◆ **DATASET ENTRIES**:

**********

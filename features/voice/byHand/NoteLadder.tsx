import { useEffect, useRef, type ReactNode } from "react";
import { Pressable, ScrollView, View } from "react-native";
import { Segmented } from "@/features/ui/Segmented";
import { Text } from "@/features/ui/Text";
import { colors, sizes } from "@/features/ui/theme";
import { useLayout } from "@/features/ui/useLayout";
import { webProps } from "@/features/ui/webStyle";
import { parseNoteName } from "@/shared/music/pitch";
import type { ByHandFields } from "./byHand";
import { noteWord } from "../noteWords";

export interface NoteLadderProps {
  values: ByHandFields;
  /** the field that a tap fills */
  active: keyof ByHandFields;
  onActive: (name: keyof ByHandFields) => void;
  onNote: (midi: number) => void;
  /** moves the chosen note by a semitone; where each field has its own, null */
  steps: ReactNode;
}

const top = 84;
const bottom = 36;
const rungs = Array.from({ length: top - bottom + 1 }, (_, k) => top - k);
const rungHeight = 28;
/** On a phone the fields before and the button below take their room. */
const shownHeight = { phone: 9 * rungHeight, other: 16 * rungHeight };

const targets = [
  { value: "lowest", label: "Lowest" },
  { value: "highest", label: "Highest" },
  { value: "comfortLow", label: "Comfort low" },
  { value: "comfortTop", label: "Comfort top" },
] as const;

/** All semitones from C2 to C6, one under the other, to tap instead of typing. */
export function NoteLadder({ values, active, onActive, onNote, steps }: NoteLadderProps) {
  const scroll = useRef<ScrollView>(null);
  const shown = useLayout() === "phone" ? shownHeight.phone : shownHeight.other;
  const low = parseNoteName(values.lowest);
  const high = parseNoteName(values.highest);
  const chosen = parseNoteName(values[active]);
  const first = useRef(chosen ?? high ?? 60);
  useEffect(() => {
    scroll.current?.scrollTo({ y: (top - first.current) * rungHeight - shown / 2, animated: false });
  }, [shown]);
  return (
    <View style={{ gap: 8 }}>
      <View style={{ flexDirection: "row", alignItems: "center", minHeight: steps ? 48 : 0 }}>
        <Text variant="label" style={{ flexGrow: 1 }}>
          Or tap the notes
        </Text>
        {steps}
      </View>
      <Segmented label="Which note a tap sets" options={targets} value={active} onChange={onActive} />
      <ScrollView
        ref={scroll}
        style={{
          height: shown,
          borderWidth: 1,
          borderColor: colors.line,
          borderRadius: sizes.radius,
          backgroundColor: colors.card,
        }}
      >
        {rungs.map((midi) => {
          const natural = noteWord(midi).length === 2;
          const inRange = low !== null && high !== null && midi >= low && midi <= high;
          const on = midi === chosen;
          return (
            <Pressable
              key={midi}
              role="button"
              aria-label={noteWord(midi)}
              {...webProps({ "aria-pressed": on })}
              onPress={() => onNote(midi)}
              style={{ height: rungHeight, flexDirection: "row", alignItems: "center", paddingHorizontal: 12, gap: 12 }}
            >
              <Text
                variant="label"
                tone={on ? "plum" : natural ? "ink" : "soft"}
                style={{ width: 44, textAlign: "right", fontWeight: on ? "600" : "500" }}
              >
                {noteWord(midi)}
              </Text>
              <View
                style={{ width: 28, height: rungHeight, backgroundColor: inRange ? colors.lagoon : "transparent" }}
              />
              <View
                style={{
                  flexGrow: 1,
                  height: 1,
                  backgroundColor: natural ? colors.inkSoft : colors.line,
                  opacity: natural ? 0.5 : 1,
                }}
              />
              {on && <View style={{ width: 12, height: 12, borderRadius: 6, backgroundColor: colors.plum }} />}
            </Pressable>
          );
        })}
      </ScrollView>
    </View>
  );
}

**********

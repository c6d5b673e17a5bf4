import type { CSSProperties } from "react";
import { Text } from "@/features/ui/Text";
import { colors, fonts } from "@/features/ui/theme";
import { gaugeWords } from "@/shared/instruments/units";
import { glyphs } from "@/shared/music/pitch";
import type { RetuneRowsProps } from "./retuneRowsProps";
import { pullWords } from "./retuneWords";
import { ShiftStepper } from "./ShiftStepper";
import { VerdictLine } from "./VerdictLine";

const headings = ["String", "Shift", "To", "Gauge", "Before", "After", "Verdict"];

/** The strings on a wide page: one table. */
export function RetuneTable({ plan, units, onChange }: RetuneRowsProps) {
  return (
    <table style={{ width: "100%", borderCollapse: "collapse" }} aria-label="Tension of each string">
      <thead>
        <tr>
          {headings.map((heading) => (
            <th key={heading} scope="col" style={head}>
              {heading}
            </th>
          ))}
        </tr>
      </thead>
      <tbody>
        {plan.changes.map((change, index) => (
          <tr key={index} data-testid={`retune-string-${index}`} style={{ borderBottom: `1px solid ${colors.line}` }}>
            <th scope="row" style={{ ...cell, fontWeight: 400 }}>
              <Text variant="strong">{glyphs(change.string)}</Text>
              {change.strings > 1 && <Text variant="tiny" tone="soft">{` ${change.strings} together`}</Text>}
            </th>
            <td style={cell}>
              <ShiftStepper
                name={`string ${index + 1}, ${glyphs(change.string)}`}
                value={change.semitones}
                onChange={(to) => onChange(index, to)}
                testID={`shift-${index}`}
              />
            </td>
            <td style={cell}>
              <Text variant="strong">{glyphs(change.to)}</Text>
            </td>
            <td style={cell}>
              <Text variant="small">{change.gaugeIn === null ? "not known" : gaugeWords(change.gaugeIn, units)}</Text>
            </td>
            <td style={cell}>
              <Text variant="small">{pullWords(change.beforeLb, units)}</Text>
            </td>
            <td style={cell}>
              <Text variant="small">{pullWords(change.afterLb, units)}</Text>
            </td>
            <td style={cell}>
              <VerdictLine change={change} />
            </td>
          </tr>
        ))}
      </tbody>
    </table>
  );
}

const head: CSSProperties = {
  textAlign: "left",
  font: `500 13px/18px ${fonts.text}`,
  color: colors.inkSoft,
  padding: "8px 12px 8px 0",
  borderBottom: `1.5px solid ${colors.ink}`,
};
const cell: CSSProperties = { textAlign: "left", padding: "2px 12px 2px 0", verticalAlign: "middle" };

**********

◆ **WHAT THIS TASK INVOLVES**:
Output exactly the lines of the material above from the one containing "filename features/voice/byHand/NoteLadder.tsx" up to and including the one containing "of typing. */".

◆ **YOUR SOLUTION**:
filename features/voice/byHand/NoteLadder.tsx
import { useEffect, useRef, type ReactNode } from "react";
import { Pressable, ScrollView, View } from "react-native";
import { Segmented } from "@/features/ui/Segmented";
import { Text } from "@/features/ui/Text";
import { colors, sizes } from "@/features/ui/theme";
import { useLayout } from "@/features/ui/useLayout";
import { webProps } from "@/features/ui/webStyle";
import { parseNoteName } from "@/shared/music/pitch";
import type { ByHandFields } from "./byHand";
import { noteWord } from "../noteWords";

export interface NoteLadderProps {
  values: ByHandFields;
  /** the field that a tap fills */
  active: keyof ByHandFields;
  onActive: (name: keyof ByHandFields) => void;
  onNote: (midi: number) => void;
  /** moves the chosen note by a semitone; where each field has its own, null */
  steps: ReactNode;
}

const top = 84;
const bottom = 36;
const rungs = Array.from({ length: top - bottom + 1 }, (_, k) => top - k);
const rungHeight = 28;
/** On a phone the fields before and the button below take their room. */
const shownHeight = { phone: 9 * rungHeight, other: 16 * rungHeight };

const targets = [
  { value: "lowest", label: "Lowest" },
  { value: "highest", label: "Highest" },
  { value: "comfortLow", label: "Comfort low" },
  { value: "comfortTop", label: "Comfort top" },
] as const;

/** All semitones from C2 to C6, one under the other, to tap instead of typing. */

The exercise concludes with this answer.